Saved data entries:
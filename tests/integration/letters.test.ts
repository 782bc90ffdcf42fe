import { mkdtemp, rm } from 'node:fs/promises';
import { tmpdir } from 'node:os';
import path from 'node:path';
import { afterAll, beforeAll, beforeEach, describe, expect, it } from 'vitest';
import type { Actor } from '../../src/domain/access/permissions';
import { noticesView } from '../../src/schemas/api/notices';
import { asActor } from '../../src/server/db/transaction';
import { tellGathered } from '../../src/server/jobs/tell';
import { lettersReceived, startLocalPost, type LocalPost } from '../../src/server/mail/local-post';
import { mailTransport, sendDue } from '../../src/server/mail/send-outbox';
import { markRead } from '../../src/server/queries/notices';
import { choicesPage, noticesPage, saveChoices } from '../../src/server/services/notices';
import { openWayOut, takeWayOut, undoWayOut } from '../../src/server/services/unsubscribe';
import { testDatabase, type TestDatabase } from '../support/database';
import { testFleet, type TestFleet } from '../support/fleet';
import { after, AT, FOREIGN, Happenings, HERE, OTHER, tellAll } from '../support/happenings';
import { failure } from '../support/refusal';

const ADDRESS = '192.0.2.44';
let db: TestDatabase;
let scene: Happenings;
let fleet: TestFleet;
let folder: string;
let post: LocalPost;
let technician: Actor;
let manager: Actor;

beforeAll(async () => {
  db = await testDatabase();
  scene = new Happenings(db);
  fleet = await testFleet(db, [HERE, OTHER, FOREIGN]);
  folder = await mkdtemp(path.join(tmpdir(), 'wakeline-letters-'));
  post = await startLocalPost(folder);
  technician = await fleet.actor('technician@lowfield.example');
  manager = await fleet.actor('manager@lowfield.example');
});
afterAll(async () => {
  await post.stop();
  await rm(folder, { recursive: true });
  await db.drop();
});
beforeEach(() => scene.forget());

describe('rules of a person', () => {
  const choose = (actor: Actor, body: Partial<Parameters<typeof saveChoices>[2]>) =>
    asActor(actor, (tx) =>
      saveChoices(
        tx,
        actor,
        { rules: {}, sites: null, digestAt: 420, quiet: null, timeZone: null, ...body },
        AT,
        ADDRESS,
      ),
    );

  it('gather the day in one letter at the hour of one’s own zone, on the day the clocks change too', async () => {
    await choose(manager, { timeZone: 'America/New_York', digestAt: 7 * 60 });
    const before = new Date('2027-03-13T18:00:00Z'); // the day before summer time begins there
    for (const n of [1, 2])
      await scene.happens({
        kind: 'cause_opened',
        detail: await scene.cause('stuck', `Cause ${n}`),
        at: before,
      });
    await tellAll(before);
    const mine = async () => (await scene.letters()).filter((l) => l.to === 'manager@lowfield.example');
    await tellGathered(new Date('2027-03-14T10:59:59Z'));
    expect(await mine()).toEqual([]);
    await Promise.all([1, 2, 3].map(() => tellGathered(new Date('2027-03-14T11:00:00Z')))); // 07:00 EDT
    const [letter, more] = await mine();
    expect(more).toBeUndefined();
    expect(letter?.subject.replaceAll(/\s/g, ' ')).toBe('Two things to do, worth about 8.4 kWh a day');
    expect(letter?.text).toContain('On the ladder: Bring spare units');
    expect(letter?.text).toContain('! Shutdown is not isolation.');
    expect(letter?.html).toContain('cid:drawing@wakeline');
  });

  it('gather once at an hour that the day of a clock change does not have, or has twice', async () => {
    await choose(manager, { timeZone: 'Europe/Oslo', digestAt: 150 }); // 02:30
    const mine = async () => (await scene.letters()).filter((l) => l.to === 'manager@lowfield.example');
    const happens = async (at: Date) => {
      const detail = await scene.cause('stuck', `Cause of ${at.toISOString()}`);
      await scene.happens({ kind: 'cause_opened', detail, at });
      await tellAll(at);
    };
    const gather = (at: string) => Promise.all([1, 2].map(() => tellGathered(new Date(at))));

    await happens(new Date('2026-03-28T12:00:00Z'));
    await gather('2026-03-29T01:29:59Z');
    expect(await mine()).toEqual([]);
    await gather('2026-03-29T01:30:00Z'); // 03:30: 02:30 by the clock of the day before
    expect(await mine()).toHaveLength(1);
    await gather('2026-03-29T02:30:00Z');
    expect(await mine()).toHaveLength(1);

    await happens(new Date('2026-10-24T12:00:00Z'));
    await gather('2026-10-25T00:29:59Z');
    expect(await mine()).toHaveLength(1);
    await gather('2026-10-25T00:30:00Z'); // 02:30 for the first time
    expect(await mine()).toHaveLength(2);
    await happens(new Date('2026-10-25T00:45:00Z'));
    await gather('2026-10-25T01:30:00Z'); // and for the second
    expect(await mine()).toHaveLength(2);
    await gather('2026-10-26T01:30:00Z');
    expect(await mine()).toHaveLength(3);
  });

  it('hold letters in quiet hours, hazards excepted, and nothing leaves for sites that were not chosen', async () => {
    const night = new Date('2026-12-01T23:30:00Z');
    await choose(technician, {
      rules: { cause: 'at_once' },
      quiet: { from: 22 * 60, to: 6 * 60 },
      timeZone: 'UTC',
    });
    await scene.happens({
      kind: 'cause_opened',
      detail: await scene.cause('stuck', 'Stuck at night'),
      at: night,
    });
    await scene.happens({
      kind: 'cause_opened',
      detail: await scene.cause('not_shutting_down', 'Live at night'),
      at: night,
    });
    await tellAll(night);
    const mine = async () =>
      (await scene.letters()).filter((l) => l.to === 'technician@lowfield.example').map((l) => l.kind);
    expect(await mine()).toEqual(['hazard']);
    await tellGathered(new Date('2026-12-02T06:00:00Z'));
    expect(await mine()).toEqual(['hazard', 'gathered']);
    await choose(technician, { sites: [fleet.site(OTHER).ref], rules: { cause: 'at_once' } });
    await scene.happens({
      kind: 'cause_opened',
      detail: await scene.cause('stuck', 'Not chosen'),
      at: after(1),
    });
    await tellAll(after(1));
    expect(await mine()).toEqual(['hazard', 'gathered']);
  });

  it('refuse at their field what can’t be chosen', async () => {
    const field = async (body: Parameters<typeof choose>[1]) =>
      (await failure(choose(manager, body))).detail.fields?.[0]?.field;
    expect(await field({ rules: { hazard: 'nothing' } })).toBe('body.rules.hazard');
    expect(await field({ rules: { own_report: 'at_once' } })).toBe('body.rules.own_report');
    expect(await field({ timeZone: 'Mars/Olympus' })).toBe('body.timeZone');
    expect(await field({ sites: [fleet.site(FOREIGN).ref] })).toBe('body.sites');
  });

  it('are changed by the link in a letter, signed out, and put back', async () => {
    await choose(technician, { rules: { cause: 'at_once' } });
    await scene.happens({ kind: 'cause_opened', detail: await scene.cause('stuck', 'Two units are stuck') });
    await tellAll();
    const text = (await scene.letters()).find((l) => l.to === 'technician@lowfield.example')?.text ?? '';
    const token = /\/unsubscribe\/(\S+)/.exec(text)?.[1] ?? '';
    const way = await openWayOut(token, ADDRESS);
    expect(way).toMatchObject({ what: 'Causes', letters: ['cause:at_once'], ended: false });
    const howNow = async () =>
      (await asActor(technician, (tx) => choicesPage(tx, technician, '', AT))).kinds.find(
        (k) => k.kind === 'cause',
      )?.how;
    expect((await takeWayOut(token, ADDRESS, AT)).ended).toBe(true);
    expect(await howNow()).toBe('in_product');
    await takeWayOut(token, ADDRESS, AT); // a mail program may do it twice
    expect((await undoWayOut(token, way.letters, ADDRESS, AT)).ended).toBe(false);
    expect(await howNow()).toBe('at_once');
    // a hazard can’t be slipped in, and another’s signature ends nothing
    await undoWayOut(token, ['hazard:digest', 'nonsense', 'cause:nothing'], ADDRESS, AT);
    expect(await howNow()).toBe('at_once');
    for (const forged of [
      token.replace('.cause.', '.silence.'),
      token.replace('.cause.', '.hazard.'),
      `${token.slice(0, -2)}AA`,
      'x',
    ])
      expect((await failure(takeWayOut(forged, ADDRESS, AT))).kind).toBe('not_found');
  });
});

describe('one’s own notices', () => {
  it('are read, and nobody else’s', async () => {
    await scene.happens({ kind: 'planned_work', detail: { reason: 'gutters' } });
    await tellAll();
    const view = noticesView.parse({});
    const page = (actor: Actor) => asActor(actor, (tx) => noticesPage(tx, actor, view, AT));
    const mine = await page(manager);
    expect(mine).toMatchObject({ unread: 1, items: [{ headline: 'Planned work: gutters', readAt: null }] });
    const theirs = (await page(technician)).items[0]?.id ?? '';
    expect(await asActor(manager, (tx) => markRead(tx, manager.personId, { ids: [theirs] }, AT))).toBe(0);
    await asActor(manager, (tx) => markRead(tx, manager.personId, { upTo: mine.items[0]?.number ?? 0 }, AT));
    expect((await page(manager)).unread).toBe(0);
    expect((await page(technician)).unread).toBe(1);
  });
});

describe('letters', () => {
  it('all go out once after an hour without a mail server, with drawing and way out; no name makes a header', async () => {
    await db.owner.query(`update site set name = E'Weir\\r\\nBcc: thief@evil.example' where name = $1`, [
      HERE,
    ]);
    try {
      for (const headline of ['A', 'B'])
        await scene.happens({
          kind: 'cause_opened',
          detail: await scene.cause(
            headline === 'A' ? 'silent' : 'not_shutting_down',
            `${headline}\r\nX-Bad: 1`,
            'Weir\r\nBcc: thief@evil.example',
          ),
          site: 'Weir\r\nBcc: thief@evil.example',
        });
      await tellAll();
      const count = (await scene.letters()).length;
      expect(count).toBe(4);
      await db.owner.query('update message set not_before = $1', [AT]);
      const closed = mailTransport('smtp://127.0.0.1:9');
      for (let m = 1; m <= 60; m++)
        expect((await sendDue(() => after(m), closed, 'w@lowfield.example')).sent).toBe(0);
      const open = mailTransport(`smtp://127.0.0.1:${post.port}`);
      const rounds = await Promise.all(
        [61, 61, 61].map((m) => sendDue(() => after(m), open, 'Wakeline <w@lowfield.example>')),
      );
      expect(rounds.reduce((n, r) => n + r.sent, 0)).toBe(count);
      expect((await sendDue(() => after(90), open, 'w@lowfield.example')).sent).toBe(0);
      const received = await lettersReceived(folder);
      expect(received).toHaveLength(count);
      for (const letter of received) {
        expect(letter.to).toMatch(/^[a-z]+@lowfield\.example$/);
        expect(Object.keys(letter.headers)).not.toContain('bcc');
        expect(Object.keys(letter.headers)).not.toContain('x-bad');
        expect(letter.attachments).toMatchObject([{ cid: 'drawing@wakeline', type: 'image/png' }]);
        expect(letter.html).toContain('data:image/png;base64');
        expect(letter.html).toContain("font-family:'Inter Tight'");
      }
      const silence = received.find((l) => l.text.includes('/unsubscribe/'));
      expect(silence?.headers['list-unsubscribe']).toMatch(/^<http.*\/unsubscribe\/\S+>$/);
      expect(silence?.headers['list-unsubscribe-post']).toBe('List-Unsubscribe=One-Click');
      const hazard = received.find((l) => l.subject.startsWith('NOT SHUTTING DOWN'));
      expect(hazard?.headers).not.toHaveProperty('list-unsubscribe');
    } finally {
      await db.owner.query(`update site set name = $1 where name like 'Weir%Bcc%'`, [HERE]);
    }
  });
});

* [TASK STATEMENT] Matching lines for the string "support": work out how many the records contain and write only the number.

* [REPLY TO THE TASK] 4